=== TASK OBJECTIVE ===
Below are entries; copy exactly the lines from the one with "readonly unit: ImportUnit | '';" through the one with "const key = typeof", both included, and leave out the rest.

Entries taken from a collection:
○ ○ ○

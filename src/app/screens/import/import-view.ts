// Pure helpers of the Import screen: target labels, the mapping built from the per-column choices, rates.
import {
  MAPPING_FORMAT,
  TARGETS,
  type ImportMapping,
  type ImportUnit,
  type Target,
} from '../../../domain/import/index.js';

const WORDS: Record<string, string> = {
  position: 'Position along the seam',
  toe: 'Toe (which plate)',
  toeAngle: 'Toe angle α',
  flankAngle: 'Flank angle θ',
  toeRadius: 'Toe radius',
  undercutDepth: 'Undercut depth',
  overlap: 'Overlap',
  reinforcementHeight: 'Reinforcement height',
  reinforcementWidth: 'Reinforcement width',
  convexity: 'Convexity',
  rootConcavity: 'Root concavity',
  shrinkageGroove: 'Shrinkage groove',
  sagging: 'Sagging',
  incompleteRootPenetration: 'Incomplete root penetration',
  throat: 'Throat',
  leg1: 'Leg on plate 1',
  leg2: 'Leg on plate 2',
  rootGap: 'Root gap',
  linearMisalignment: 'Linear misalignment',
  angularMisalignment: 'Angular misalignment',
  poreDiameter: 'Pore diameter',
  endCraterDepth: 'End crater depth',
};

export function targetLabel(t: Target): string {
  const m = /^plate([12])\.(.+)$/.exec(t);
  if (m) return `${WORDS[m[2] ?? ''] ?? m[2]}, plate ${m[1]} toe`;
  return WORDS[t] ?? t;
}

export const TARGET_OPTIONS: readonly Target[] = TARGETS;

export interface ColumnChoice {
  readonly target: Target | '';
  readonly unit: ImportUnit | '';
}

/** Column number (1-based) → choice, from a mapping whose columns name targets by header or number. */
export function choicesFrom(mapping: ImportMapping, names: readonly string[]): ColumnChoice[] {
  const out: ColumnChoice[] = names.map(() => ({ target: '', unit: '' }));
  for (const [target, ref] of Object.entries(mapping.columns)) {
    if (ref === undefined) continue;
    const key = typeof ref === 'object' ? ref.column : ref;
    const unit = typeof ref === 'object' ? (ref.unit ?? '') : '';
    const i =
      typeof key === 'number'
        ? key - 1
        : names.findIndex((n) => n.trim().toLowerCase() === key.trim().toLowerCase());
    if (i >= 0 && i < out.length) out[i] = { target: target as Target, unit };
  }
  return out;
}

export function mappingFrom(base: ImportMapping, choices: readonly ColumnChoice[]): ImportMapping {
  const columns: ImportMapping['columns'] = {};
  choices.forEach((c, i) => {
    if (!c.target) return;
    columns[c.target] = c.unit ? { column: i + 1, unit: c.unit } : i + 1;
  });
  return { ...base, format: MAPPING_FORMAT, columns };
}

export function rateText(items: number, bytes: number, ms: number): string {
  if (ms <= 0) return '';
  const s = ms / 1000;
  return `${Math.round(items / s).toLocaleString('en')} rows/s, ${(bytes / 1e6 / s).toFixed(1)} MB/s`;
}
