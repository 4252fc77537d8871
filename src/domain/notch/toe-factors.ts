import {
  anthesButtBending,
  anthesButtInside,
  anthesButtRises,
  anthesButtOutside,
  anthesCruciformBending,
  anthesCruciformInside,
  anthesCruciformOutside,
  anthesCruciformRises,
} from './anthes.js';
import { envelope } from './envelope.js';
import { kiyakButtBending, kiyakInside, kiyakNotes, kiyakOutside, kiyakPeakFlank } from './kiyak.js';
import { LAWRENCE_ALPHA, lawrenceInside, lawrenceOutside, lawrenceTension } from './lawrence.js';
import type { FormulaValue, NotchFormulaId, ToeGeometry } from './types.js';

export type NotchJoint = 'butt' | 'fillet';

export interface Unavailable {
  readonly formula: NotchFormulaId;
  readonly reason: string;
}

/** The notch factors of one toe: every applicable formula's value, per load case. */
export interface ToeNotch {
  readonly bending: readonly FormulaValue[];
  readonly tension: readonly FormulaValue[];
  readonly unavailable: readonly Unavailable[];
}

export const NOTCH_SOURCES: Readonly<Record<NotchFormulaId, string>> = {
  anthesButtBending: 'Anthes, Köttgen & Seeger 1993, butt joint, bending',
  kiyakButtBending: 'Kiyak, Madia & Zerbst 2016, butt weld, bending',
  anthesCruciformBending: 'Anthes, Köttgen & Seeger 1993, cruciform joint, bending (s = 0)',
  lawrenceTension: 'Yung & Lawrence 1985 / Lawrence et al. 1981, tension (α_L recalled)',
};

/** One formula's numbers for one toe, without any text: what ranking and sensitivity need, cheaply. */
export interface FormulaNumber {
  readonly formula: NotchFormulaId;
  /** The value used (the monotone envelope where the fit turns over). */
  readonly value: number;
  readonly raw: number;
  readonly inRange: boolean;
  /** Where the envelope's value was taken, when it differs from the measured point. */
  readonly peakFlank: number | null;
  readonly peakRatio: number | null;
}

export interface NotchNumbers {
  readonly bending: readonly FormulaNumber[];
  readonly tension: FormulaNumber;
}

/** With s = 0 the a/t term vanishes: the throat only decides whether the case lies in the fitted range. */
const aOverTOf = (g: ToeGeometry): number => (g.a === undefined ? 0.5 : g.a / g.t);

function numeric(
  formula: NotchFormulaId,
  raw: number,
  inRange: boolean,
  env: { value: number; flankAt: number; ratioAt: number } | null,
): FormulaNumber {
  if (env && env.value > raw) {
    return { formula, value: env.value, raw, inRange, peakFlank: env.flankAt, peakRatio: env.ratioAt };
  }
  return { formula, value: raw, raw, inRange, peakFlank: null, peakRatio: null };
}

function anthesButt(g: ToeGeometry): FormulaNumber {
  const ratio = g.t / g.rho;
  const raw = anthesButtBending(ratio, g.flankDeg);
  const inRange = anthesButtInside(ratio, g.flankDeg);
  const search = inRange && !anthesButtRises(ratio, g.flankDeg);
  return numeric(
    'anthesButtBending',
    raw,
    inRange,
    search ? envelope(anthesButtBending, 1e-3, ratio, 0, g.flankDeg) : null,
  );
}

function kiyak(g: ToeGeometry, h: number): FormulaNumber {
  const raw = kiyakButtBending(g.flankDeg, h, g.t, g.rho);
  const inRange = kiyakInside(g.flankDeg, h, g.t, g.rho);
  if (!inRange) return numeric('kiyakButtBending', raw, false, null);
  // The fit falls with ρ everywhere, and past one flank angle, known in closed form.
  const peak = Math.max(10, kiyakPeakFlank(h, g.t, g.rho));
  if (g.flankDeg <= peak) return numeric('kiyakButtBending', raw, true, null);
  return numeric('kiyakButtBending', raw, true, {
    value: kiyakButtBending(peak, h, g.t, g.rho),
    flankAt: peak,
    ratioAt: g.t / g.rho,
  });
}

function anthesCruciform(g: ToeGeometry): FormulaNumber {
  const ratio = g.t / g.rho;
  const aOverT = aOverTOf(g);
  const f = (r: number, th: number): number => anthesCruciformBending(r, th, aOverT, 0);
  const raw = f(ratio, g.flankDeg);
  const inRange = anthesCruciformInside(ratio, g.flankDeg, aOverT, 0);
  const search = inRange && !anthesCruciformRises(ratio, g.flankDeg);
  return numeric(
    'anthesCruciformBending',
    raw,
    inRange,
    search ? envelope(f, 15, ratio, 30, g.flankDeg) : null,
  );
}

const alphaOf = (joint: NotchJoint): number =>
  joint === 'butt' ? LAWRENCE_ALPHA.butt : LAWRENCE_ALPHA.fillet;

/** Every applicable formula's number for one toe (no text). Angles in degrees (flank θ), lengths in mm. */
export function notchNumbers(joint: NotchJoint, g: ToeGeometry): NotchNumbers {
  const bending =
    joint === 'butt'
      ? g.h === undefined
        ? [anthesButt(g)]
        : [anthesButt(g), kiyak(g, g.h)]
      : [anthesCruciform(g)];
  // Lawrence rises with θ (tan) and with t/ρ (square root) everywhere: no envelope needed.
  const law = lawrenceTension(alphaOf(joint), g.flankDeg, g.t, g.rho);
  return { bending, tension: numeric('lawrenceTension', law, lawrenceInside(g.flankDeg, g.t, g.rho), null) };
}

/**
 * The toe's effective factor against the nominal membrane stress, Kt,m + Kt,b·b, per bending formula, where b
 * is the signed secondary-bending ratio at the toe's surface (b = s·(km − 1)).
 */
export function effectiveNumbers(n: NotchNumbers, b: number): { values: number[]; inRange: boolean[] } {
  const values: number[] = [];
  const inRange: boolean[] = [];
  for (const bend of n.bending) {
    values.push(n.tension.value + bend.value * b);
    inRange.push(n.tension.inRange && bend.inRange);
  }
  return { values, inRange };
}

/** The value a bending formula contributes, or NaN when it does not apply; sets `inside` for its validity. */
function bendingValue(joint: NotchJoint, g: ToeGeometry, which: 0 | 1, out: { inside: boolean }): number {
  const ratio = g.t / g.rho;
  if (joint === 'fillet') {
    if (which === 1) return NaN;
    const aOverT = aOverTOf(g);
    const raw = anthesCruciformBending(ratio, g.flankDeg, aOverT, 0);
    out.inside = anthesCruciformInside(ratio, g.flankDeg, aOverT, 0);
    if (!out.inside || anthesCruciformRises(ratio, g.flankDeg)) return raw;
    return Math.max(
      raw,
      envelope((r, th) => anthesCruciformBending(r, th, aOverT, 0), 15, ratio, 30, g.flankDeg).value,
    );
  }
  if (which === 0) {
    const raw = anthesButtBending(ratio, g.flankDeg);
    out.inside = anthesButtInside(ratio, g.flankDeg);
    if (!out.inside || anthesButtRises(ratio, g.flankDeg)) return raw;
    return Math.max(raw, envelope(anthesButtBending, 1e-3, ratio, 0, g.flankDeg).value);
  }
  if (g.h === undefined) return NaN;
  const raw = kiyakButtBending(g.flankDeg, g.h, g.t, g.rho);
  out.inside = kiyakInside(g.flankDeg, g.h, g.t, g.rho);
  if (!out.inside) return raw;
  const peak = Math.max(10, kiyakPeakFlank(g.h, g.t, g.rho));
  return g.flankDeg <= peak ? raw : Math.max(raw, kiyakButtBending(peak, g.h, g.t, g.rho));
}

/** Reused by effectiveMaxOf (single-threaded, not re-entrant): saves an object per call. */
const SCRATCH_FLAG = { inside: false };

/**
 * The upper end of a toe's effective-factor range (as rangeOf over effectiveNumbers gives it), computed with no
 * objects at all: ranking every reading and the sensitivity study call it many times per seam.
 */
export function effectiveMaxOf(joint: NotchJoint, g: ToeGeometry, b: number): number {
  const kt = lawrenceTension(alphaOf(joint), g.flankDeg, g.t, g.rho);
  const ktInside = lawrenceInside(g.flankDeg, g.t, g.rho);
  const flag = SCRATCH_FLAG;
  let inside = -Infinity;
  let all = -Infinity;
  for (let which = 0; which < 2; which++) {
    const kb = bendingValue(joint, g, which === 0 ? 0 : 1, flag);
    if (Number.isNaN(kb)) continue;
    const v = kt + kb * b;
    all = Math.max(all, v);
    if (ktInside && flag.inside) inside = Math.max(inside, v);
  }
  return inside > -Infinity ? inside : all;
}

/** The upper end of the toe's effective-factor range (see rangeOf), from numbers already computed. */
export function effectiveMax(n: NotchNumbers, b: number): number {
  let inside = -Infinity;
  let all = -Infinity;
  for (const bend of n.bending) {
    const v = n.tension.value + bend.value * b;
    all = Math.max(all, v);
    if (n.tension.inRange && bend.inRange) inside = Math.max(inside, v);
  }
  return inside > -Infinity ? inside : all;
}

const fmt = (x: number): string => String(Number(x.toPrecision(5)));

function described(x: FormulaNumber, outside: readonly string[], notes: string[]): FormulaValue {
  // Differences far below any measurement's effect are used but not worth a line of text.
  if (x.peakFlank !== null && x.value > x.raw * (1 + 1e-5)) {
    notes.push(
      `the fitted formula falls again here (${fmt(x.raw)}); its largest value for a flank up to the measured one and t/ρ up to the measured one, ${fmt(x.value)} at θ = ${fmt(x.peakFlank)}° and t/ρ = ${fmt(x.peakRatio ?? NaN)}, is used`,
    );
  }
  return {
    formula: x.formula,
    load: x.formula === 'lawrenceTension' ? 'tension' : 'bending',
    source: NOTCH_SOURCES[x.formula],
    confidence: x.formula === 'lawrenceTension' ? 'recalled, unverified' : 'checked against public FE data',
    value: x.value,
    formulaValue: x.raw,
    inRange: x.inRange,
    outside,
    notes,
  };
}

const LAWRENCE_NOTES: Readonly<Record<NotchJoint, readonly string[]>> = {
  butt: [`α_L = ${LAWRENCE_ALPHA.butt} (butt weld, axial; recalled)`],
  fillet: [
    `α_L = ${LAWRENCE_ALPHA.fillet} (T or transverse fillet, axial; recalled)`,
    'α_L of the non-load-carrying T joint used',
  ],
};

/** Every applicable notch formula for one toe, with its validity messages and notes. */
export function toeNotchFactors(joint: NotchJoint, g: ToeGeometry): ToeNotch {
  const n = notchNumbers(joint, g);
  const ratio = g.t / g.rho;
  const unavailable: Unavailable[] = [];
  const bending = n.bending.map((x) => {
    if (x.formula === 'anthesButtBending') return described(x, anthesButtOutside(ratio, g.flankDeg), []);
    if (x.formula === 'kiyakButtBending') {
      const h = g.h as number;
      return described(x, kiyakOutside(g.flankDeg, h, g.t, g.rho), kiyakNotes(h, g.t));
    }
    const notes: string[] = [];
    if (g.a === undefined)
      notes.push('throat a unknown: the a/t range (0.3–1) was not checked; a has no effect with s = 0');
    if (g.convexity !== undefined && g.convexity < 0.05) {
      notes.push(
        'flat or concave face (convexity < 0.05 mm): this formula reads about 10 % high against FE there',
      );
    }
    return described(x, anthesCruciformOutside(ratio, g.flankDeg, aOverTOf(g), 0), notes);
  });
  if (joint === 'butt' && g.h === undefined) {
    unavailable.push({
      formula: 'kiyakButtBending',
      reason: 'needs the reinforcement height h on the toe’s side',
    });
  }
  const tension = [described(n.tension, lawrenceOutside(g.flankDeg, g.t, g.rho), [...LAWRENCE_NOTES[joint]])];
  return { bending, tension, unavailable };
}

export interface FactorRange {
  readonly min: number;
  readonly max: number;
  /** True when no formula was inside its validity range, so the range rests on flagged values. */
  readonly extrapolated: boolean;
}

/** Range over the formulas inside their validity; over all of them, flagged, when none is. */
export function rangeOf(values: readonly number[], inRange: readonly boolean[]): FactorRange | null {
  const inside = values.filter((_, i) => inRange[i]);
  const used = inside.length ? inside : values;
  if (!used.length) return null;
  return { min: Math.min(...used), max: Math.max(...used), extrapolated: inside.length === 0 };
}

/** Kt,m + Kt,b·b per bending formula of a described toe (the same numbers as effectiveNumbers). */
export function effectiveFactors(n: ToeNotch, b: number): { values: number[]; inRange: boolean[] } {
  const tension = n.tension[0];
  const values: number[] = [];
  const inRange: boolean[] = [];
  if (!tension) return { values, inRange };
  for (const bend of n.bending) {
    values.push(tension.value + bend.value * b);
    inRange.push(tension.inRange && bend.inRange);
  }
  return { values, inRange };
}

○ ○ ○

=== FINISHED TASK ===
  readonly unit: ImportUnit | '';
}

/** Column number (1-based) → choice, from a mapping whose columns name targets by header or number. */
export function choicesFrom(mapping: ImportMapping, names: readonly string[]): ColumnChoice[] {
  const out: ColumnChoice[] = names.map(() => ({ target: '', unit: '' }));
  for (const [target, ref] of Object.entries(mapping.columns)) {
    if (ref === undefined) continue;
    const key = typeof ref === 'object' ? ref.column : ref;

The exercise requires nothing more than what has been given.